Problem
All of the data needs to come back exactly as written.

Records supplied

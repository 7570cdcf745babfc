import { record } from '../audit.ts';
import { type InTransaction, type ServiceContext, ServiceError } from '../context.ts';
import { requirePermission } from '../people/permissions.ts';
import { transact } from '../transact.ts';
import { stateAt } from './state.ts';

/** Where somebody looks at a release before it is out. */
export type Place = 'desk' | 'preview';

/** Records a look at a release that is not public yet: everybody who could see it before its second is known. */
export async function recordView(
  ctx: ServiceContext,
  input: { id: string; place: Place },
): Promise<void> {
  requirePermission(ctx.actor, 'drafts.see');
  await transact(ctx, (trx) => recordViewIn(trx, input));
}

/** The same inside the transaction that reads. */
export async function recordViewIn(
  ctx: InTransaction,
  { id, place }: { id: string; place: Place },
): Promise<void> {
  const release = await ctx.db
    .selectFrom('release')
    .select(['state', 'ready_for', 'version'])
    .where('id', '=', id)
    .executeTakeFirst();
  if (!release) throw new ServiceError('not_found', `There is no release ${id}.`);
  const state = stateAt(release, ctx.now());
  if (state === 'published') return;
  await record(ctx, {
    action: 'release.viewed',
    subject: `release ${id}`,
    detail: { place, state, version: release.version },
  });
}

Task output
repository 7570cdcf745babfc
import { record } from '../audit.ts';
import { type InTransaction, type ServiceContext, ServiceError } from '../context.ts';
import { requirePermission } from '../people/permissions.ts';
import { transact } from '../transact.ts';
import { stateAt } from './state.ts';

/** Where somebody looks at a release before it is out. */
export type Place = 'desk' | 'preview';

/** Records a look at a release that is not public yet: everybody who could see it before its second is known. */
export async function recordView(
  ctx: ServiceContext,
  input: { id: string; place: Place },
): Promise<void> {
  requirePermission(ctx.actor, 'drafts.see');
  await transact(ctx, (trx) => recordViewIn(trx, input));
}

/** The same inside the transaction that reads. */
export async function recordViewIn(
  ctx: InTransaction,
  { id, place }: { id: string; place: Place },
): Promise<void> {
  const release = await ctx.db
    .selectFrom('release')
    .select(['state', 'ready_for', 'version'])
    .where('id', '=', id)
    .executeTakeFirst();
  if (!release) throw new ServiceError('not_found', `There is no release ${id}.`);
  const state = stateAt(release, ctx.now());
  if (state === 'published') return;
  await record(ctx, {
    action: 'release.viewed',
    subject: `release ${id}`,
    detail: { place, state, version: release.version },
  });
}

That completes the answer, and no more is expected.